Cell size and analysis of DNA content by flow cytometry of untreated or HePC-treated L. donovani promastigotes after 24 h of incubation at 26°C. The light-scattering properties (A) and the DNA fragmentation (B) of WT promastigotes untreated (A1 and B1) or exposed to 40 μM HePC (A2 and B2) and of HePC-R40 promastigotes untreated (A3 and B3) or exposed to 40 μM HePC (A4 and B4) are shown. Cells containing amounts of DNA found in the sub-G₁ peak region (pseudohypodiploid cells) are in region M₁, and their percentages were calculated for each histogram. The data are representative of those from at least six independent experiments. SSC-H, side scatter; FSC-H, forward scatter; FL3-H, fluorescence intensity.

FIG. 5.

DNA fragmentation analysis by flow cytometry.

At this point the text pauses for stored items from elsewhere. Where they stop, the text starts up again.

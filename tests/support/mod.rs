//! Helpers shared by the fault tests: running the binary with a private
//! temporary folder and font cache, stand-in typst programs whose behaviour
//! is fixed (slow, crashing, lying about success), and small PDFs made with
//! lopdf that do or do not carry the mains-safety notice.

#![allow(dead_code)]

use std::collections::BTreeSet;
use std::path::{Path, PathBuf};
use std::process::{Command, Output};
use std::time::{Duration, Instant};

/// The binary under test: this build's, or the one named by
/// `AMPREPORT_TEST_BIN` (to show that a fault test fails on an older
/// build: `AMPREPORT_TEST_BIN=/path/to/old/ampreport cargo test --test …`).
pub fn bin() -> String {
    std::env::var("AMPREPORT_TEST_BIN")
        .unwrap_or_else(|_| env!("CARGO_BIN_EXE_ampreport").to_owned())
}

/// The phrases the finished document must show (the program's own list).
pub use ampreport::report::handover::NOTICE_PHRASES;

pub fn repo() -> PathBuf {
    PathBuf::from(env!("CARGO_MANIFEST_DIR"))
}

pub fn demo(name: &str) -> PathBuf {
    repo().join("jobs").join(format!("{name}.kdl"))
}

/// True when the real typst is on PATH; false, with a note, where it is not
/// installed (never under CI, where it must be).
pub fn real_typst() -> bool {
    match Command::new("typst").arg("--version").output() {
        Ok(out) if out.status.success() => true,
        _ if std::env::var_os("CI").is_none() => {
            eprintln!("note: skipping: no typst on PATH");
            false
        }
        _ => panic!("typst is needed for these tests under CI"),
    }
}

/// A scene for one test: a folder with a copy of a demo job and a good old
/// PDF beside it, a private temporary folder (`TMPDIR`) and a stand-in
/// typst folder.
pub struct Scene {
    pub root: tempfile::TempDir,
    pub dir: PathBuf,
    pub job: PathBuf,
    pub pdf: PathBuf,
    pub tmp: PathBuf,
    pub bin: PathBuf,
}

pub const GOOD_OLD_PDF: &[u8] = b"%PDF-1.7 the good old document\n%%EOF\n";

impl Scene {
    pub fn new() -> Self {
        let root = tempfile::tempdir().unwrap();
        let dir = root.path().join("work");
        let tmp = root.path().join("tmp");
        let bin = root.path().join("bin");
        for d in [&dir, &tmp, &bin] {
            std::fs::create_dir(d).unwrap();
        }
        let job = dir.join("job.kdl");
        std::fs::copy(demo("combo-el84-cathode"), &job).unwrap();
        let pdf = dir.join("job.pdf");
        std::fs::write(&pdf, GOOD_OLD_PDF).unwrap();
        Self {
            root,
            dir,
            job,
            pdf,
            tmp,
            bin,
        }
    }

    /// `ampreport ARGS` with this scene's TMPDIR and font cache.
    pub fn command(&self, args: &[&str]) -> Command {
        let mut c = self.program(&bin());
        c.args(args);
        c
    }

    /// `program` with this scene's environment (TMPDIR, font cache).
    pub fn program(&self, program: &str) -> Command {
        let mut c = Command::new(program);
        c.env_remove("AMPREPORT_TYPST")
            .env_remove("AMPREPORT_TIMEOUT")
            .env("TMPDIR", &self.tmp)
            .env("XDG_CACHE_HOME", cache_home());
        c
    }

    pub fn run(&self, args: &[&str]) -> Output {
        self.command(args).output().unwrap()
    }

    /// `render JOB -o PDF --typst TYPST EXTRA…`, run to its end.
    pub fn render(&self, typst: &Path, extra: &[&str]) -> Output {
        self.render_to(&self.pdf, typst, extra)
    }

    /// `render JOB -o OUTPUT --typst TYPST EXTRA…`, run to its end.
    pub fn render_to(&self, output: &Path, typst: &Path, extra: &[&str]) -> Output {
        self.render_command(output, typst, extra).output().unwrap()
    }

    /// `render JOB -o OUTPUT --typst TYPST EXTRA…`, not started yet.
    pub fn render_command(&self, output: &Path, typst: &Path, extra: &[&str]) -> Command {
        let mut args = vec![
            "render",
            self.job.to_str().unwrap(),
            "-o",
            output.to_str().unwrap(),
            "--typst",
            typst.to_str().unwrap(),
        ];
        args.extend_from_slice(extra);
        self.command(&args)
    }

    /// A stand-in typst: answers `--version` like typst 0.15.1, and for a
    /// compile runs `body` with `$out` set to the output path and `$root`
    /// to the `--root` folder.
    pub fn fake_typst(&self, name: &str, body: &str) -> PathBuf {
        let path = self.bin.join(name);
        let script = format!(
            "#!/bin/sh\nif [ \"$1\" = --version ]; then echo 'typst 0.15.1 (stand-in)'; exit 0; fi\n\
             root=''; prev=''; for a in \"$@\"; do if [ \"$prev\" = --root ]; then root=$a; fi; prev=$a; out=$a; done\n\
             {body}\n"
        );
        std::fs::write(&path, script).unwrap();
        make_executable(&path);
        path
    }

    /// A stand-in typst that writes a small complete PDF carrying the
    /// notice, as a real typst would.
    pub fn good_typst(&self) -> PathBuf {
        let pdf = self.bin.join("notice.pdf");
        std::fs::write(&pdf, pdf_with_text(NOTICE_PHRASES)).unwrap();
        self.fake_typst("good-typst", &format!("cp '{}' \"$out\"", pdf.display()))
    }

    /// Names in the job's folder.
    pub fn listing(&self) -> BTreeSet<String> {
        listing(&self.dir)
    }

    /// Names in the private temporary folder.
    pub fn temp_listing(&self) -> BTreeSet<String> {
        listing(&self.tmp)
    }

    pub fn pdf_is_the_good_old_one(&self) -> bool {
        std::fs::read(&self.pdf).unwrap() == GOOD_OLD_PDF
    }
}

/// The font cache the tests share, under the build's temporary folder.
pub fn cache_home() -> PathBuf {
    PathBuf::from(env!("CARGO_TARGET_TMPDIR")).join("faults-cache-home")
}

/// Runs the binary in `dir` as a user with no config folder of their own
/// would, without colour, with the tests' shared font cache.
pub fn run_in(dir: &Path, args: &[&str]) -> Output {
    Command::new(bin())
        .current_dir(dir)
        .args(args)
        .env("XDG_CONFIG_HOME", dir.join("no-config"))
        .env("XDG_CACHE_HOME", cache_home())
        .env_remove("AMPREPORT_TYPST")
        .env("NO_COLOR", "1")
        .output()
        .expect("run ampreport")
}

pub fn listing(dir: &Path) -> BTreeSet<String> {
    std::fs::read_dir(dir)
        .unwrap()
        .map(|e| e.unwrap().file_name().to_string_lossy().into_owned())
        .collect()
}

pub fn stderr(out: &Output) -> String {
    String::from_utf8_lossy(&out.stderr).into_owned()
}

/// Whether the report `err` says `words`, however it was wrapped. Reports
/// are wrapped to a fixed width, so a long path (a long `TMPDIR`) moves the
/// line breaks, and a break may fall between words, after a hyphen or
/// inside a long word or path. A line break here, with the spaces and the
/// report's `│` margin around it, stands for the space between two words of
/// `words` or for nothing; every other character must match exactly.
pub fn says(err: &str, words: &str) -> bool {
    const BREAK: char = '\u{0}';
    let mut hay = Vec::with_capacity(err.len());
    for (i, line) in err.lines().enumerate() {
        let line = if i == 0 {
            line.trim_end()
        } else {
            hay.push(BREAK);
            line.trim().trim_start_matches('│').trim()
        };
        hay.extend(line.chars());
    }
    let needle: Vec<char> = words.chars().collect();
    let matches_at = |mut h: usize| {
        let mut n = 0;
        while n < needle.len() {
            match hay.get(h) {
                Some(&c) if c == needle[n] => n += 1,
                // A break where the words have a space stands for it, or
                // else for nothing (a line after a break never starts
                // with a space).
                Some(&BREAK) if needle[n] == ' ' => n += 1,
                Some(&BREAK) => {}
                _ => return false,
            }
            h += 1;
        }
        true
    };
    (0..hay.len().max(1)).any(matches_at)
}

#[cfg(unix)]
pub fn make_executable(path: &Path) {
    use std::os::unix::fs::PermissionsExt;
    std::fs::set_permissions(path, std::fs::Permissions::from_mode(0o755)).unwrap();
    // Another test thread forking while the script was open for writing can
    // make it briefly "text file busy"; wait until it runs.
    for _ in 0..200 {
        match Command::new(path)
            .arg("--version")
            .env("FAKE_TYPST_PROBE", "1")
            .output()
        {
            Err(e) if e.raw_os_error() == Some(26) => std::thread::sleep(Duration::from_millis(10)),
            _ => break,
        }
    }
}

/// A one-page PDF showing each of `lines`, made with lopdf.
pub fn pdf_with_text(lines: &[&str]) -> Vec<u8> {
    use lopdf::content::{Content, Operation};
    use lopdf::{Document, Object, Stream, dictionary};
    let mut doc = Document::with_version("1.7");
    let pages_id = doc.new_object_id();
    let font_id = doc.add_object(dictionary! {
        "Type" => "Font", "Subtype" => "Type1", "BaseFont" => "Helvetica",
        "Encoding" => "WinAnsiEncoding",
    });
    let resources_id = doc.add_object(dictionary! { "Font" => dictionary! { "F1" => font_id } });
    let mut operations = vec![
        Operation::new("BT", vec![]),
        Operation::new("Tf", vec!["F1".into(), 8.into()]),
        Operation::new("TL", vec![12.into()]),
        Operation::new("Td", vec![40.into(), 800.into()]),
    ];
    for line in lines {
        operations.push(Operation::new("Tj", vec![Object::string_literal(*line)]));
        operations.push(Operation::new("T*", vec![]));
    }
    operations.push(Operation::new("ET", vec![]));
    let content = Content { operations };
    let content_id = doc.add_object(Stream::new(dictionary! {}, content.encode().unwrap()));
    let page_id = doc.add_object(dictionary! {
        "Type" => "Page", "Parent" => pages_id, "Contents" => content_id,
        "Resources" => resources_id, "MediaBox" => vec![0.into(), 0.into(), 595.into(), 842.into()],
    });
    doc.objects.insert(
        pages_id,
        Object::Dictionary(
            dictionary! { "Type" => "Pages", "Kids" => vec![page_id.into()], "Count" => 1 },
        ),
    );
    let catalog_id = doc.add_object(dictionary! { "Type" => "Catalog", "Pages" => pages_id });
    doc.trailer.set("Root", catalog_id);
    let mut bytes = Vec::new();
    doc.save_to(&mut bytes).unwrap();
    bytes
}

/// Waits until `path` exists, for at most a minute.
pub fn wait_for_file(path: &Path) {
    let deadline = Instant::now() + Duration::from_secs(60);
    while !path.exists() {
        assert!(
            Instant::now() < deadline,
            "{} never appeared",
            path.display()
        );
        std::thread::sleep(Duration::from_millis(10));
    }
}

/// True while process `pid` runs (a zombie does not count).
#[cfg(target_os = "linux")]
pub fn alive(pid: i32) -> bool {
    std::fs::read_to_string(format!("/proc/{pid}/stat")).is_ok_and(|s| {
        s.rsplit(')')
            .next()
            .map(str::trim_start)
            .is_some_and(|rest| !rest.starts_with('Z'))
    })
}

/// Waits up to ten seconds for process `pid` to end.
#[cfg(target_os = "linux")]
pub fn wait_gone(pid: i32) -> bool {
    let deadline = Instant::now() + Duration::from_secs(10);
    while alive(pid) {
        if Instant::now() > deadline {
            return false;
        }
        std::thread::sleep(Duration::from_millis(20));
    }
    true
}

/// A child process that is killed and reaped when this is dropped,
/// however the test ends: a failing assertion (a panic) unwinds through
/// the drop, so a long-running child such as `ampreport watch` or a render
/// waiting on a sleeping stand-in typst never outlives its test. Use it
/// for every child that does not end by itself; it derefs to the
/// [`std::process::Child`].
pub struct KilledOnDrop(std::process::Child);

impl KilledOnDrop {
    /// Starts `command`, guarded.
    pub fn spawn(command: &mut Command) -> Self {
        Self(command.spawn().expect("start the child"))
    }
}

impl std::ops::Deref for KilledOnDrop {
    type Target = std::process::Child;
    fn deref(&self) -> &Self::Target {
        &self.0
    }
}

impl std::ops::DerefMut for KilledOnDrop {
    fn deref_mut(&mut self) -> &mut Self::Target {
        &mut self.0
    }
}

impl Drop for KilledOnDrop {
    fn drop(&mut self) {
        // Already ended (and reaped by `try_wait`), or killed now and
        // reaped, so neither a running process nor a zombie is left.
        if let Ok(None) = self.0.try_wait() {
            let _ = self.0.kill();
            let _ = self.0.wait();
        }
    }
}

/// Waits for a child with a limit, killing it past the limit.
pub fn wait_with_limit(
    child: &mut std::process::Child,
    limit: Duration,
) -> std::process::ExitStatus {
    let deadline = Instant::now() + limit;
    loop {
        if let Some(status) = child.try_wait().unwrap() {
            return status;
        }
        if Instant::now() > deadline {
            let _ = child.kill();
            let _ = child.wait();
            panic!("ampreport did not end within {limit:?}");
        }
        std::thread::sleep(Duration::from_millis(10));
    }
}

/// Runs git in `dir` with a fixed author and no signing; false when git
/// cannot be run here.
pub fn git(dir: &Path, args: &[&str]) -> bool {
    Command::new("git")
        .current_dir(dir)
        .args([
            "-c",
            "user.name=Bench",
            "-c",
            "user.email=bench@example.invalid",
            "-c",
            "commit.gpgsign=false",
            "-c",
            "init.defaultBranch=main",
        ])
        .args(args)
        .env_remove("GIT_DIR")
        .env_remove("GIT_WORK_TREE")
        .env_remove("GIT_INDEX_FILE")
        .output()
        .is_ok_and(|o| o.status.success())
}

The percentages of pseudohypodiploid cells of either WT promastigotes (top) or HePC-R40 promastigotes (bottom) were determined after 24 h (open bars) or 48 h (closed bars) of incubation at 26°C in the absence or presence of different concentrations of HePC. The data are the means of five independent experiments, and standard deviations are represented by errors bars.

FIG. 6.

Phosphatidylserine exposure analysis by flow cytometry. The percentages of annexin V-FITC-positive WT promastigotes (top) or HePC-R40 promastigotes (bottom) were determined after 24 h (open bars) or 48 h (closed bars) of incubation at 26°C in the absence or presence of 40 μM HePC. The data are the means of three independent experiments, and standard deviations are represented by errors bars.

FIG. 7.

Effects of protease inhibitors on HePC-induced DNA fragmentation in WT promastigotes. Parasites were incubated for 2 h in the presence or absence of the protease inhibitors z-VAD-fmk, Boc-D-fmk, or E64 (100 μM), calpain inhibitor I (20 μM), or lactacystin (50 μM) prior to the addition of HePC (40 μM). Promastigotes were incubated for an additional 24 h at 26°C. The percentage of pseudohypodiploid cells was determined by flow cytometry analysis. The data are the means of three independent experiments, and standard deviations are represented by errors bars.